I'm trying to show that a piecewise function is one-to-one by showing that for all f(a) = f(b), a = b. The function is:
(x-2)/4 if x/2 is odd
-x/4 if x/2 is even.
I can show f(a) = f(b) implies a = b if a/2 and b/2 are both odd, and i can if they are both even.
Do i need to show f(a) = f(b) implies a = b for the case where a is even and b odd?
I would think i need to, because it should be for all a and b, but when i tried to i got
(a-2)/4 = -b/4 ==> a-2 = -b ==> a = -b+2.
so here it would not be true that f(a) = f(b) implies a = b and thus the function is not one-to-one.
I'm pretty sure that it is, though, and that i'm doing something wrong. The function is suppose to map positive even numbers to integers.
(f(2) = 0----------f(4) = -1--------f(6) = 1--------f(8) = -2....
Ok, I think I'm understanding your post about n = 1 - m now.
This is not possible as n will be a negative integer for all m.
But, this does not actually mean that the function is not one-to-one because we just showed f(a) /= f(b) if one is even and one is odd (a /= b).
So basically, f(a) = f(b) implies a = b for both even and both odd. For one of each, neither are true so that also maintains it is one-to-one. I believe.

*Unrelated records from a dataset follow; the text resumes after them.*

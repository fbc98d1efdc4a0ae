/**
 * Reading a plan back (for `fluxlane verify`, the per-edge commands' `--plan`, `fluxlane plan
 * --from` and `fluxlane diff`; written by src/report/plan-json.ts): the one place that reads
 * plan.json and the one place that reads the waveform files a plan names (`readPlanWaveform`).
 *
 * plan.json gets the care layouts get (src/layout/yaml-source.ts): UTF-8 only (a byte-order mark
 * is dropped, other bytes refused with their position), a size limit, strict JSON with positions
 * and no duplicate keys (./json-source.ts), qubit ids kept off Object.prototype (Maps), and every
 * problem reported at once as `plan.json:line:column: path: expected ..., found ...`. Only the
 * fields verify needs are required (a plan edited by hand may drop the derived ones); the rest of
 * the file is kept as `raw` with its positions, so verify's claim table (./verify-claims.ts) can
 * read any claim the plan makes and say where it stands. `planDocument` gives the same checked
 * document as plain typed objects (qubits and edges as written) for the commands that take a
 * plan's choices (--plan, --from).
 */
import { readFileSync, statSync } from 'node:fs';
import { isAbsolute, join, resolve, sep } from 'node:path';
import { DiagnosticCollector, describeFound, type Path, type Position } from '../layout/diagnostics.js';
import { decodeUtf8 } from '../layout/yaml-source.js';
import { mergePlateaus, type Trajectory } from '../sim/trajectory.js';
import { readTrajectoryFile } from '../sim/trajectory-file.js';
import { InputError } from '../util/errors.js';
import { hasOwn } from '../util/own.js';
import * as z from 'zod';
import type { ChipLayout } from '../layout/types.js';
import { readJsonSource } from './json-source.js';

/** The plan file's format name and version (plan.json's `format` and `version`). */
export const PLAN_FORMAT = 'fluxlane-plan';
export const PLAN_VERSION = 1;

export const PLAN_READ_LIMITS = Object.freeze({
  /** Largest plan.json accepted (a 10,000-qubit plan without pulses is about 60 MB). */
  maxBytes: 256 * 1024 * 1024,
});

export type CrossingName = '11-20' | '11-02';

export interface PlanGateInput {
  /** Waveform file relative to the plan's folder, when the plan names one. */
  waveform?: string;
  feasible?: boolean;
  reason?: string;
  rampTime?: number | null;
  duration?: number | null;
  /** Target conditional phase of the design (rad; plans before it was written: pi). */
  targetPhase?: number;
  /** How fidelityNoisy was computed, when it was. */
  fidelityNoisyMethod?: 'estimate' | 'lindblad' | null;
  /** Spectators simulated as third transmons in the design (qubit and its flux). */
  simulatedSpectators: { qubit: string; flux: number }[];
}

export interface PlanEdgeInput {
  /** Position in the plan's `edges` list. */
  index: number;
  qubits: [string, string];
  mover: string;
  crossing: CrossingName;
  interactionFrequency: number | null;
  crossingFrequency: number | null;
  spectatorParking: Map<string, number>;
  layer: number;
  rampTime: number;
  duration: number | null;
  gate: PlanGateInput | null;
}

export interface PlanLayerInput {
  index: number;
  edges: [string, string][];
}

export interface PlanInput {
  /** The file as the user named it (messages). */
  file: string;
  /** Parking frequency (Hz) of each qubit. */
  qubits: Map<string, { parkingFrequency: number }>;
  edges: PlanEdgeInput[];
  /** The top-level `layers` list, when present. */
  layers: PlanLayerInput[] | null;
  /** The top-level `layerSummary`, when present. */
  layerSummary: { count: number | null; lowerBound: number | null; conflicts: number | null } | null;
  /** The whole document (objects without prototype). */
  raw: Record<string, unknown>;
  /** Position of a path in the file. */
  locate(path: Path): Position | undefined;
}

/** Read plan.json from disk and check it against the layout; throws InputError with positions. */
export function readPlanFile(fullPath: string, shown: string, layout: ChipLayout): PlanInput {
  let bytes: Uint8Array;
  try {
    const st = statSync(fullPath);
    if (st.isDirectory()) throw Object.assign(new Error('folder'), { code: 'EISDIR' });
    if (st.size > PLAN_READ_LIMITS.maxBytes) {
      throw new InputError({ file: shown, message: `expected a plan file of at most ${PLAN_READ_LIMITS.maxBytes} bytes, found ${st.size} bytes` });
    }
    bytes = readFileSync(fullPath);
  } catch (err) {
    if (err instanceof InputError) throw err;
    const code = (err as NodeJS.ErrnoException).code;
    const what = code === 'ENOENT' ? 'no such file' : code === 'EISDIR' ? 'a folder' : code === 'EACCES' ? 'permission denied' : String(code ?? err);
    throw new InputError({ file: shown, message: `expected a readable plan file, found ${what}` });
  }
  const collector = new DiagnosticCollector(shown);
  const text = decodeUtf8(bytes, collector, { noun: 'a plan file', format: 'JSON', maxBytes: PLAN_READ_LIMITS.maxBytes });
  collector.throwIfAny();
  return readPlan(text ?? '', shown, layout);
}

/** Parse and check a plan's text against the layout; throws InputError with positions. */
export function readPlan(text: string, file: string, layout: ChipLayout): PlanInput {
  const syntax = new DiagnosticCollector(file);
  const source = readJsonSource(text.startsWith('\uFEFF') ? text.slice(1) : text, syntax);
  syntax.throwIfAny();
  if (!source) throw new InputError({ file, line: 1, column: 1, message: 'expected a plan.json written by fluxlane plan, found unreadable text' });
  const c = new DiagnosticCollector(file, source.locate);
  const root = source.value;
  if (!isObject(root)) {
    c.add([], `expected a plan.json written by fluxlane plan (a JSON object), found ${describeJson(root)}`);
    c.throwIfAny();
  }
  const doc = root as Record<string, unknown>;
  const get = (o: Record<string, unknown>, key: string): unknown => (hasOwn(o, key) ? o[key] : undefined);

  if (get(doc, 'format') !== PLAN_FORMAT) expect(c, ['format'], get(doc, 'format'), `"${PLAN_FORMAT}" (a plan.json written by fluxlane plan)`);
  if (get(doc, 'version') !== PLAN_VERSION) expect(c, ['version'], get(doc, 'version'), `version ${PLAN_VERSION}`);

  // qubits
  const qubits = new Map<string, { parkingFrequency: number }>();
  const rawQubits = get(doc, 'qubits');
  if (!isObject(rawQubits)) expect(c, ['qubits'], rawQubits, 'an object from qubit id to { parkingFrequency }');
  else {
    for (const [id, q] of Object.entries(rawQubits)) {
      if (!isObject(q)) {
        expect(c, ['qubits', id], q, 'an object { parkingFrequency, ... }');
        continue;
      }
      const f = positiveNumber(c, ['qubits', id, 'parkingFrequency'], get(q, 'parkingFrequency'), 'a parking frequency in Hz (a positive number)');
      if (f !== undefined) qubits.set(id, { parkingFrequency: f });
    }
  }

  // edges
  const edges: PlanEdgeInput[] = [];
  const rawEdges = get(doc, 'edges');
  if (!Array.isArray(rawEdges)) expect(c, ['edges'], rawEdges, 'a list of edges');
  else rawEdges.forEach((e, k) => {
    const base: Path = ['edges', k];
    if (!isObject(e)) {
      expect(c, base, e, 'an edge object { qubits, mover, crossing, interactionFrequency, layer, rampTime, ... }');
      return;
    }
    const before = c.count;
    const pair = idPair(c, [...base, 'qubits'], get(e, 'qubits'));
    const mover = get(e, 'mover');
    if (typeof mover !== 'string') expect(c, [...base, 'mover'], mover, 'a qubit id');
    const crossing = get(e, 'crossing');
    if (crossing !== '11-20' && crossing !== '11-02') expect(c, [...base, 'crossing'], crossing, '"11-20" or "11-02"');
    const interaction = nullableNumber(c, [...base, 'interactionFrequency'], get(e, 'interactionFrequency'), 'an interaction frequency in Hz (a positive number, or null)', true, true);
    const crossingFrequency = nullableNumber(c, [...base, 'crossingFrequency'], get(e, 'crossingFrequency'), 'a crossing frequency in Hz (a positive number, or null)', false, true);
    const layer = get(e, 'layer');
    if (typeof layer !== 'number' || !Number.isInteger(layer) || layer < 0) expect(c, [...base, 'layer'], layer, 'a layer index (an integer from 0)');
    const rampTime = positiveNumber(c, [...base, 'rampTime'], get(e, 'rampTime'), 'a ramp time in s (a positive number)');
    const duration = nullableNumber(c, [...base, 'duration'], get(e, 'duration'), 'a duration in s (a positive number, or null)', false, true);
    const spectatorParking = new Map<string, number>();
    const sp = get(e, 'spectatorParking');
    if (sp !== undefined) {
      if (!isObject(sp)) expect(c, [...base, 'spectatorParking'], sp, 'an object from qubit id to frequency in Hz');
      else for (const [s, f] of Object.entries(sp)) {
        const v = positiveNumber(c, [...base, 'spectatorParking', s], f, 'a frequency in Hz (a positive number)');
        if (v !== undefined) spectatorParking.set(s, v);
      }
    }
    const gate = readGate(c, [...base, 'gate'], get(e, 'gate'));
    if (c.count > before || !pair) return;
    edges.push({
      index: k,
      qubits: pair,
      mover: mover as string,
      crossing: crossing as CrossingName,
      interactionFrequency: interaction ?? null,
      crossingFrequency: crossingFrequency ?? null,
      spectatorParking,
      layer: layer as number,
      rampTime: rampTime!,
      duration: duration ?? null,
      gate,
    });
  });

  // layers (optional; verify checks them against edges[].layer)
  let layers: PlanLayerInput[] | null = null;
  const rawLayers = get(doc, 'layers');
  if (rawLayers !== undefined) {
    if (!Array.isArray(rawLayers)) expect(c, ['layers'], rawLayers, 'a list of layers { index, edges }');
    else {
      layers = [];
      rawLayers.forEach((l, k) => {
        const base: Path = ['layers', k];
        if (!isObject(l)) return expect(c, base, l, 'a layer { index, edges: [["A", "B"], ...] }');
        const index = get(l, 'index');
        if (typeof index !== 'number' || !Number.isInteger(index) || index < 0) expect(c, [...base, 'index'], index, 'a layer index (an integer from 0)');
        const list = get(l, 'edges');
        const pairs: [string, string][] = [];
        if (!Array.isArray(list)) expect(c, [...base, 'edges'], list, 'a list of edges ["A", "B"]');
        else list.forEach((p, j) => {
          const pr = idPair(c, [...base, 'edges', j], p);
          if (pr) pairs.push(pr);
        });
        layers!.push({ index: index as number, edges: pairs });
      });
    }
  }
  let layerSummary: PlanInput['layerSummary'] = null;
  const rawSummary = get(doc, 'layerSummary');
  if (rawSummary !== undefined) {
    if (!isObject(rawSummary)) expect(c, ['layerSummary'], rawSummary, 'an object { count, lowerBound, conflicts }');
    else {
      const count = (key: string): number | null => {
        const v = get(rawSummary, key);
        if (v === undefined || v === null) return null;
        if (typeof v !== 'number' || !Number.isInteger(v) || v < 0) {
          expect(c, ['layerSummary', key], v, 'a count (an integer from 0)');
          return null;
        }
        return v;
      };
      layerSummary = { count: count('count'), lowerBound: count('lowerBound'), conflicts: count('conflicts') };
    }
  }
  c.throwIfAny();

  // the plan against the layout
  const ids = new Set(layout.qubits.map((q) => q.id));
  for (const q of layout.qubits) if (!qubits.has(q.id)) c.add(['qubits'], `expected a parking frequency for every qubit of ${layout.file}, found none for ${q.id}`, 'key');
  for (const q of qubits.keys()) if (!ids.has(q)) c.add(['qubits', q], `expected a qubit of ${layout.file}, found ${JSON.stringify(q)}`, 'key');
  const pairKey = (a: string, b: string) => (a < b ? `${a}\u0000${b}` : `${b}\u0000${a}`);
  const couplings = new Set(layout.couplings.map((cp) => pairKey(cp.a, cp.b)));
  const seen = new Set<string>();
  for (const e of edges) {
    const k = e.index;
    const key = pairKey(e.qubits[0], e.qubits[1]);
    if (!couplings.has(key)) c.add(['edges', k, 'qubits'], `expected a coupling of ${layout.file}, found ${e.qubits.join('-')}`);
    else if (seen.has(key)) c.add(['edges', k, 'qubits'], `expected each coupling once, found ${e.qubits.join('-')} again`);
    seen.add(key);
    if (!e.qubits.includes(e.mover)) c.add(['edges', k, 'mover'], `expected ${e.qubits[0]} or ${e.qubits[1]}, found ${JSON.stringify(e.mover)}`);
    for (const s of e.spectatorParking.keys()) {
      if (!ids.has(s) || e.qubits.includes(s)) c.add(['edges', k, 'spectatorParking', s], `expected a spectator qubit id (not the gate's own qubits), found ${JSON.stringify(s)}`, 'key');
    }
    e.gate?.simulatedSpectators.forEach((s, j) => {
      if (!ids.has(s.qubit) || e.qubits.includes(s.qubit)) c.add(['edges', k, 'gate', 'simulatedSpectators', j, 'qubit'], `expected a neighbour of ${e.qubits.join(' or ')}, found ${JSON.stringify(s.qubit)}`);
    });
  }
  for (const cp of layout.couplings) if (!seen.has(pairKey(cp.a, cp.b))) c.add(['edges'], `expected an edge for every coupling of ${layout.file}, found none for ${cp.a}-${cp.b}`);
  layers?.forEach((l, k) => l.edges.forEach((p, j) => {
    if (!couplings.has(pairKey(p[0], p[1]))) c.add(['layers', k, 'edges', j], `expected a coupling of ${layout.file}, found ${p.join('-')}`);
  }));
  c.throwIfAny();
  return { file, qubits, edges, layers, layerSummary, raw: doc, locate: (path) => source.locate(path, 'value') };
}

Thank you for your help so far.
I would try to show this is onto by showing that each individual piece is onto.
First, (x-2)/4 if x/2 is odd
so, f(e) = (e - 2) / 4
y = (e - 2) / 4
e = 4y - 2
Now i must show that for all y in Z, e is a positive even initeger. I'm thinking 4y - 2 ==> 2(2k - 2) ==> 2(g) g in Z.
The only problem is this only shows e is even, not positive.
similarly, for -x/4 if x/2 is even.
y = -e / 4
e = -4y.
Now i must show that for all y in Z, e is a positive even integer. I'm thinking -4y ==> 2(-2k) ==> 2(g), g in Z.
But again, this doesn't mean e is positive.